# Sage Duo Temp Milk Texturing Issue



## dilby (Nov 18, 2017)

Hi all- I've had a duo temp for 2 months now and have been loving it. However it's started to become loud when texturing milk and adding a lot of water when first using, even if I wait a while for machine to warm up. Generally if I make two flat whites with separate batches of milk only the second flat white's milk will be decent and won't be hurting my ears when making the milk. I'm wondering if there's a warming up trick or some other trick that I don't know about? The manual or machine doesn't specify to wait for any length of time to wait before using and I can't think of anything else I'm doing wrong.

Thanks!

Sent from my iPhone using Tapatalk


----------



## M_H_S (Jun 6, 2018)

What do you mean by the loud noise? Why would temperature be causing noise? However to maximise steaming power let it run for 10 or 20 secs or longer. You will see the steam get more powerful as the thermoblock is a tad hotter.

Sent from my SM-G950F using Tapatalk


----------



## ajohn (Sep 23, 2017)

You need to wait for the wand to start producing steam continuously. I bit of water will generally come out of the wand initially -  unless you select water of course. than that is all that will come out.

The noise produced when steaming milk depends on depth in the milk and etc.

John

-


----------



## GrowlingDog (Apr 10, 2016)

It sounds to me like you are not waiting for the machine to get up to steaming pressure before you start steaming the first lot of milk, so what you are getting is lots of hot water rather than steam.


----------



## dilby (Nov 18, 2017)

Thanks for the replies everyone. Realise I didn't do a good job of explaining problem so hopefully this helps:

I'm aware that you can get a nasty sound based on the position; the noise I was experiencing was just suprisjngly loud and Hugh pitches for a machine - one that you know isn't good for your ear drums- but it becomes more mellow after a few minutes.

I also always run the wand for a few seconds first to expel the water and get the steam going. But by the end of texturing you can see there's a fair bit of water in there - it has a kind of marbled slick to it.

I do think there may be something in the idea of it warming up properly. The problem is the manual doesn't mention anything about this or the idea of a stand by mode. When you turn it on the power button flashes for a half a minute max and then goes back solid. I've read some reviews online that complain about the model's long warm up time but I just don't understand what this time is or how to know it's over. If is leave the machine for too long it turns itself off, which makes me wonder how you ever get the mug warming plate warm enough.

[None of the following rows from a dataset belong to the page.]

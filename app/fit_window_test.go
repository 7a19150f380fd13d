package main

import (
	"fmt"
	"math"
	"os"
	"path/filepath"
	"strconv"
	"strings"
	"testing"

	"fyne.io/fyne/v2/test"

	"kinetarium/app/calibrate"
	"kinetarium/app/sliders"
	"kinetarium/network"
)

// conversionModel is an invented first-order conversion A -> B whose k
// (0.3 per minute) the tests recover from measurements of B.
func conversionModel(k float64) *network.Model {
	return &network.Model{
		Title:      "Invented conversion A to B",
		Units:      network.Units{Time: "min", Amount: "mM"},
		Species:    []network.Species{{Name: "A", Initial: 5}, {Name: "B", Initial: 0}},
		Parameters: []network.Parameter{{Name: "k", Value: k, Unit: "1/min"}},
		Reactions: []network.Reaction{{Name: "convert", Equation: "A -> B",
			Rate: network.NewRate(network.MassAction, "k", network.Named("k"))}},
		Simulation: network.Simulation{TEnd: 10, Output: network.Output{Points: 41}},
	}
}

// conversionData writes measurements of B for k = 0.3, A0 = 5 from the
// closed form B(t) = A0·(1 − e^(−kt)) (first-order kinetics, common
// practice), two replicates per time offset by ±SD/2 so that the fit's
// answer is known to lie near the truth, each with SD 0.05.
func conversionData(t *testing.T, dir string) string {
	t.Helper()
	var b strings.Builder
	b.WriteString("time,B,sd_B\n")
	for i := 1; i <= 20; i++ {
		tt := 0.5 * float64(i)
		v := 5 * (1 - math.Exp(-0.3*tt))
		fmt.Fprintf(&b, "%g,%.6f,0.05\n%g,%.6f,0.05\n", tt, v+0.025, tt, v-0.025)
	}
	path := filepath.Join(dir, "conversion.csv")
	if err := os.WriteFile(path, []byte(b.String()), 0o644); err != nil {
		t.Fatal(err)
	}
	return path
}

// openedWindow is a main window that has opened the model file at path
// and run it.
func openedWindow(t *testing.T, path string) *mainWindow {
	t.Helper()
	a := test.NewTempApp(t)
	a.Settings().SetTheme(newTheme())
	w := newMainWindow(a, true)
	t.Cleanup(w.win.Close)
	w.ctrl.Deliver = onUI
	var err error
	onUI(func() { err = w.loadFile(path) })
	if err != nil {
		t.Fatal(err)
	}
	onUI(w.simulate)
	waitFor(t, "the run", func() bool { return w.current != nil && !w.ctrl.Running() })
	return w
}

// Data ▸ Load measurements… draws the points over the curves (in the
// units shown), writes the companion file beside the model, and opening
// the model again shows them again; Clear removes the companion.
func TestMeasurementsOverlayAndCompanion(t *testing.T) {
	dir := t.TempDir()
	model := filepath.Join(dir, "conversion.json")
	m := conversionModel(0.3)
	// Shown in µM: 1 mM = 1000 µM (SI prefixes, common practice).
	m.Simulation.Display = network.Display{Concentration: "uM"}
	if err := m.Save(model); err != nil {
		t.Fatal(err)
	}
	data := conversionData(t, dir)
	w := openedWindow(t, model)
	var ok bool
	onUI(func() { ok = w.loadMeasurements(data) })
	if !ok {
		t.Fatalf("loading failed: %s", w.lastDataProblems)
	}
	onUI(func() {
		pts := w.plot.view.Measured
		if len(pts) != 40 {
			t.Fatalf("%d measurements drawn, want 40", len(pts))
		}
		first, _ := strconv.ParseFloat(fmt.Sprintf("%.6f", 5*(1-math.Exp(-0.3*0.5))+0.025), 64)
		want := first * 1000
		if pts[0].Name != "B" || pts[0].T != 0.5 || math.Abs(pts[0].Y-want) > 1e-9*want || math.Abs(pts[0].SD-50) > 1e-9 {
			t.Errorf("first point drawn as %+v; want B at t 0.5 = %g µM, SD 50 µM", pts[0], want)
		}
	})
	c, err := calibrate.LoadCompanion(model)
	if err != nil || c == nil || c.MeasurementsPath(model) != data {
		t.Fatalf("companion %+v, %v; want it to name %s", c, err, data)
	}

	again := openedWindow(t, model)
	onUI(func() {
		if again.meas.data == nil || len(again.meas.data.Points) != 40 || len(again.plot.view.Measured) != 40 {
			t.Errorf("reopening the model did not show its measurements again")
		}
		again.clearMeasurements()
		if len(again.plot.view.Measured) != 0 {
			t.Errorf("cleared measurements still drawn")
		}
	})
	if c, err := calibrate.LoadCompanion(model); c != nil || err != nil {
		t.Errorf("after Clear the companion is %+v, %v; want none", c, err)
	}
	if _, err := os.Stat(data); err != nil {
		t.Errorf("Clear touched the measurements file: %v", err)
	}
}

// A measurements file with mistakes gives a message naming each line and
// column, and what was shown stays.
func TestBadMeasurementsAreLocated(t *testing.T) {
	dir := t.TempDir()
	model := filepath.Join(dir, "conversion.json")
	if err := conversionModel(0.3).Save(model); err != nil {
		t.Fatal(err)
	}
	w := openedWindow(t, model)
	good := conversionData(t, dir)
	bad := filepath.Join(dir, "bad.csv")
	os.WriteFile(bad, []byte("time,B,C\n1,0.5,1\n2,abc,1\n-1,0.2,1\n"), 0o644)
	onUI(func() {
		if !w.loadMeasurements(good) {
			t.Fatal("the good file did not load")
		}
		if w.loadMeasurements(bad) {
			t.Fatal("a bad file loaded")
		}
		if !strings.Contains(w.lastDataProblems, "bad.csv, line 1, column 3 (C): is neither a species nor an assignment") {
			t.Errorf("message %q does not locate the unknown column", w.lastDataProblems)
		}
		if len(w.plot.view.Measured) != 40 {
			t.Errorf("the measurements shown before were dropped")
		}
	})
	os.WriteFile(bad, []byte("time,B\n1,0.5\n2,abc\n-1,0.2\n"), 0o644)
	onUI(func() { w.loadMeasurements(bad) })
	for _, want := range []string{`line 3, column 2 (B): "abc" is not a number`, "line 4, column 1 (time): time -1 is before 0"} {
		if !strings.Contains(w.lastDataProblems, want) {
			t.Errorf("message %q lacks %q", w.lastDataProblems, want)
		}
	}
}

// The fit window recovers k and A0 of the invented conversion from its
// measurements: both within 1 % of the truth (k = 0.3, A0 = 5; the data
// are the closed form with replicates placed symmetrically about it, so
// the least-squares answer is the truth up to the solver's tolerance) and
// inside their 95 % intervals; "Write estimates into model" is one
// undoable edit.
func TestFitWindowRecoversAndWritesBack(t *testing.T) {
	dir := t.TempDir()
	model := filepath.Join(dir, "conversion.json")
	if err := conversionModel(1).Save(model); err != nil {
		t.Fatal(err)
	}
	w := openedWindow(t, model)
	data := conversionData(t, dir)
	var f *fitWindow
	onUI(func() {
		w.loadMeasurements(data)
		f = w.fitWindow()
	})
	if f == nil {
		t.Fatal("no fit window")
	}
	f.ctl.deliver = onUI
	onUI(func() {
		f.win.Show()
		f.row("k").use.SetChecked(true)
		f.row("init:A").use.SetChecked(true)
		f.starts.SetText("3")
	})
	runAndWait(t, f.ctl)
	if f.out == nil || len(f.out.rep.Estimates) != 2 {
		t.Fatalf("no estimates; status %q", f.ctl.status.Text)
	}
	for i, want := range []float64{0.3, 5} {
		e := f.out.rep.Estimates[i]
		if math.Abs(e.Value-want) > 0.01*want || !(e.Low < want && want < e.High) || !e.Determined {
			t.Errorf("%s = %g [%g, %g], want %g inside and within 1 %%", e.Name, e.Value, e.Low, e.High, want)
		}
	}
	if f.curves.plot == nil || f.corr.plot == nil || f.startsFig.plot == nil || f.residuals.plot == nil || f.traceFig.plot == nil {
		t.Errorf("figures missing: curves %v, correlation %v, starts %v, residuals %v, trace %v",
			f.curves.plot != nil, f.corr.plot != nil, f.startsFig.plot != nil, f.residuals.plot != nil, f.traceFig.plot != nil)
	}
	shots := shotDir(t)
	saveShot(t, f.win, shots, "kinetarium-fit.png")
	for i, name := range []string{"estimates", "residuals", "correlations", "starts"} {
		onUI(func() { f.tabs.SelectIndex(i + 1) })
		saveShot(t, f.win, shots, "kinetarium-fit-"+name+".png")
	}
	for _, name := range fitTables {
		path := filepath.Join(dir, fileName(name)+".csv")
		if err := f.saveTable(name, path); err != nil {
			t.Errorf("exporting %s: %v", name, err)
		}
	}
	onUI(func() {
		w.autoRerun = false // no re-run outliving the test
		f.writeBtn.OnTapped()
		got := w.doc.Model().Parameters[0].Value
		if math.Abs(got-f.out.rep.Estimates[0].Value) != 0 {
			t.Errorf("k in the model is %g after writing, want the estimate %g", got, f.out.rep.Estimates[0].Value)
		}
		if a := w.doc.Model().Species[0].Initial; a != f.out.rep.Estimates[1].Value {
			t.Errorf("A's initial is %g after writing, want %g", a, f.out.rep.Estimates[1].Value)
		}
		if d, _ := w.doc.CanUndo(); d != "write fitted estimates" {
			t.Errorf("the undo step is %q", d)
		}
		w.doc.Undo()
		if k, a := w.doc.Model().Parameters[0].Value, w.doc.Model().Species[0].Initial; k != 1 || a != 5 {
			t.Errorf("one Undo left k = %g, A0 = %g; want 1 and 5", k, a)
		}
	})
	onUI(f.win.Close)
}

// The form says what is wrong before anything runs: no experiment, no
// quantity, a log scale from 0, a start outside its bounds.
func TestFitWindowFormErrors(t *testing.T) {
	dir := t.TempDir()
	a := newStudyApp(t)
	var f *fitWindow
	onUI(func() {
		f = newFitWindow(a, conversionModel(1), "test", nil, func([]sliders.Knob) string { return "" })
	})
	f.ctl.deliver = onUI
	check := func(want string) {
		t.Helper()
		onUI(func() { f.ctl.run.OnTapped() })
		if !strings.Contains(f.ctl.status.Text, want) {
			t.Errorf("status %q, want it to contain %q", f.ctl.status.Text, want)
		}
	}
	check("Cannot run yet: no experiment is ticked")
	onUI(func() { f.addData(conversionData(t, dir)) })
	check("Cannot run yet: no quantity is ticked")
	r := f.row("k")
	onUI(func() {
		r.use.SetChecked(true)
		r.lower.SetText("0")
	})
	check("k: a log scale needs a lower bound above 0")
	onUI(func() {
		r.lower.SetText("0.01")
		r.start.SetText("500")
	})
	check("k: the start 500 lies outside the bounds 0.01 to 100")
	onUI(func() { f.win.Close() })
}

// A fit where the data determine only the product ka·kb (the invented
// conversion at rate ka·kb·A of app/calibrate's tests: a structurally
// non-identifiable pair, common practice) says so in words in the
// estimate table and on the status line, rather than giving an interval.
func TestFitWindowSaysNotDetermined(t *testing.T) {
	dir := t.TempDir()
	b, err := os.ReadFile("calibrate/testdata/product-model.json")
	if err != nil {
		t.Fatal(err)
	}
	model := filepath.Join(dir, "product.json")
	os.WriteFile(model, b, 0o644)
	var csv strings.Builder
	csv.WriteString("time,B,sd_B\n")
	for i, tt := range []float64{0.5, 1, 2, 3, 4, 5, 6, 8} {
		fmt.Fprintf(&csv, "%g,%.8g,0.01\n", tt, 1-math.Exp(-0.5*tt)+0.005*float64(1-2*(i%2)))
	}
	data := filepath.Join(dir, "b.csv")
	os.WriteFile(data, []byte(csv.String()), 0o644)
	w := openedWindow(t, model)
	var f *fitWindow
	onUI(func() {
		w.loadMeasurements(data)
		f = w.fitWindow()
		f.ctl.deliver = onUI
		f.row("ka").use.SetChecked(true)
		f.row("kb").use.SetChecked(true)
		f.starts.SetText("1")
		f.profile.SetChecked(true)
	})
	runAndWait(t, f.ctl)
	if f.out == nil {
		t.Fatalf("no result; status %q", f.ctl.status.Text)
	}
	rows := f.tableRows("Estimates")
	for _, r := range rows[1:] {
		if r[len(r)-1] != "not determined by the data" || r[3] != "-inf" || r[4] != "inf" {
			t.Errorf("row %v: want “not determined by the data” and an unbounded interval", r)
		}
	}
	if !strings.Contains(f.ctl.status.Text, "2 quantities are not determined by the data") {
		t.Errorf("status %q does not say so", f.ctl.status.Text)
	}
	// Asked for, the profiles are drawn, and open on at least one side.
	if f.profiles.plot == nil || len(f.profName.Options) != 2 {
		t.Errorf("profiles not drawn (%v, options %v)", f.profiles.plot != nil, f.profName.Options)
	}
	for _, r := range rows[1:] {
		if r[5] != "-inf" && r[6] != "inf" {
			t.Errorf("row %v: the profile interval is closed on both sides", r)
		}
	}
	onUI(f.win.Close)
}

// inWords gives each verdict its words, the bound first.
func TestInWords(t *testing.T) {
	inf := math.Inf(1)
	for _, c := range []struct {
		e    calibrate.Estimated
		want string
	}{
		{calibrate.Estimated{Value: 1, SE: 0.1, Determined: true, ProfileLow: math.NaN(), ProfileHigh: math.NaN()}, "determined"},
		{calibrate.Estimated{Value: 1, AtBound: -1}, "on its lower bound: no interval"},
		{calibrate.Estimated{Value: 1, AtBound: 1}, "on its upper bound: no interval"},
		{calibrate.Estimated{Value: 1, SE: inf}, "not determined by the data"},
		{calibrate.Estimated{Value: 1, SE: 0.1, Determined: true, ProfileLow: 0.5, ProfileHigh: inf}, "not bounded by the data on one side (open profile)"},
		{calibrate.Estimated{Value: 1, SE: 20, Determined: true, ProfileLow: math.NaN(), ProfileHigh: math.NaN()}, "poorly determined (SE above ten times the value)"},
	} {
		if got := inWords(c.e); got != c.want {
			t.Errorf("%+v: %q, want %q", c.e, got, c.want)
		}
	}
}

// The Sensitivity over time window draws the heat map of the chosen
// quantity and exports the batch command's table.
func TestTimeSensitivityWindow(t *testing.T) {
	a := newStudyApp(t)
	var s *timeSensWindow
	var err error
	onUI(func() { s, err = newTimeSensWindow(a, conversionModel(0.3), "test") })
	if err != nil {
		t.Fatal(err)
	}
	s.ctl.deliver = onUI
	onUI(s.win.Show)
	runAndWait(t, s.ctl)
	if s.out == nil || s.fig.plot == nil {
		t.Fatalf("no heat map; status %q", s.ctl.status.Text)
	}
	onUI(func() { s.output.SetSelected("B") })
	if title := s.fig.plot.Title.Text; !strings.Contains(title, "Scaled sensitivity of B") {
		t.Errorf("after choosing B the figure is %q", title)
	}
	saveShot(t, s.win, shotDir(t), "kinetarium-sensitivity-over-time.png")
	onUI(s.win.Close)
}

// Load fit plan… takes the example plan's experiments (ticked, with their
// conditions), quantities, bounds and starts; Cancel stops the run it
// starts, and the window says the fit did not finish.
func TestFitWindowPlanAndCancel(t *testing.T) {
	a := newStudyApp(t)
	var f *fitWindow
	var err error
	onUI(func() {
		f = newFitWindow(a, exampleModel(t, "protease-inhibitor.json"), "test", nil, func([]sliders.Knob) string { return "" })
		err = f.loadPlan("../examples/fits/protease-fit.json")
	})
	if err != nil {
		t.Fatal(err)
	}
	f.ctl.deliver = onUI
	var ticked []string
	for _, r := range f.rows {
		if r.use.Checked {
			ticked = append(ticked, r.knob.Ref())
		}
	}
	if strings.Join(ticked, ",") != "kon,kcat,kon_i,koff_i,klock" || len(f.exps) != 3 || f.starts.Text != "20" {
		t.Fatalf("plan read as quantities %v, %d experiments, %s starts", ticked, len(f.exps), f.starts.Text)
	}
	if e := f.exps[2].exp; e.Initial["I"] != 0.05 || !filepath.IsAbs(e.Data) {
		t.Errorf("third experiment %+v; want I starting at 0.05 and an absolute data path", e)
	}
	if r := f.row("kcat"); r.lower.Text != "0.5" || r.upper.Text != "100" || r.start.Text != "3" || !r.log.Checked {
		t.Errorf("kcat's row: %s to %s from %s, log %v", r.lower.Text, r.upper.Text, r.start.Text, r.log.Checked)
	}
	onUI(func() { f.ctl.run.OnTapped() })
	onUI(f.ctl.stopRun)
	waitFor(t, "the run to stop", func() bool { return !f.ctl.running })
	if !strings.Contains(f.ctl.status.Text, "did not finish") {
		t.Errorf("after Cancel the status is %q", f.ctl.status.Text)
	}
	if err := f.loadPlan("../examples/fits/no-such-plan.json"); err == nil {
		t.Error("a missing plan was accepted")
	}
	onUI(f.win.Close)
}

I'd be curious if anyone knows the answer to this!

Thanks

Sent from my iPhone using Tapatalk


----------



## Border_all (Dec 19, 2019)

This is really different to everything i was told but... on the dtp i started inserting the steam wand into the milk as the steam was active. I found i would purge the wand switch off put wand in the milk and turn steam on again but by that time the dtp had commenced dropping the temperature for the head again thus i had water back in brief seconds from the wand. Only way i found was splash a bit of milk as wand was inserted active. Wipe milk up after that


----------



## Uriel4953 (Dec 1, 2019)

Could this be caused by lime scale on the thermo block, if you have had the machine for a while. I tend to foam my milk before pulling my shot and after turning the switch to steam i get a couple of small spurts of water and then pretty much into full power steam. You need to be quick between switching the dial back to middle and getting the jug underneath to switch back to steam or the machine purges the thermocoil with water to cool it. Only time my machine has made an unhappy noise was when i let the tank on the back run out of water. So maybe it's a flow issue again likely limescale.


----------



## pgarrish (May 20, 2017)

so the process for steaming is to turn the control to the steam setting and let it run into the drip dray until the wand is producing dry steam, no water and not in fits and starts. Then you turn it back to 12 oclock, put the wand into your milk and turn to the steam setting again. It may stop then start again, it may 'thump' straight away or not.

The steamwand is the first thing to play up if you need to descale, the steam power will be much reduced.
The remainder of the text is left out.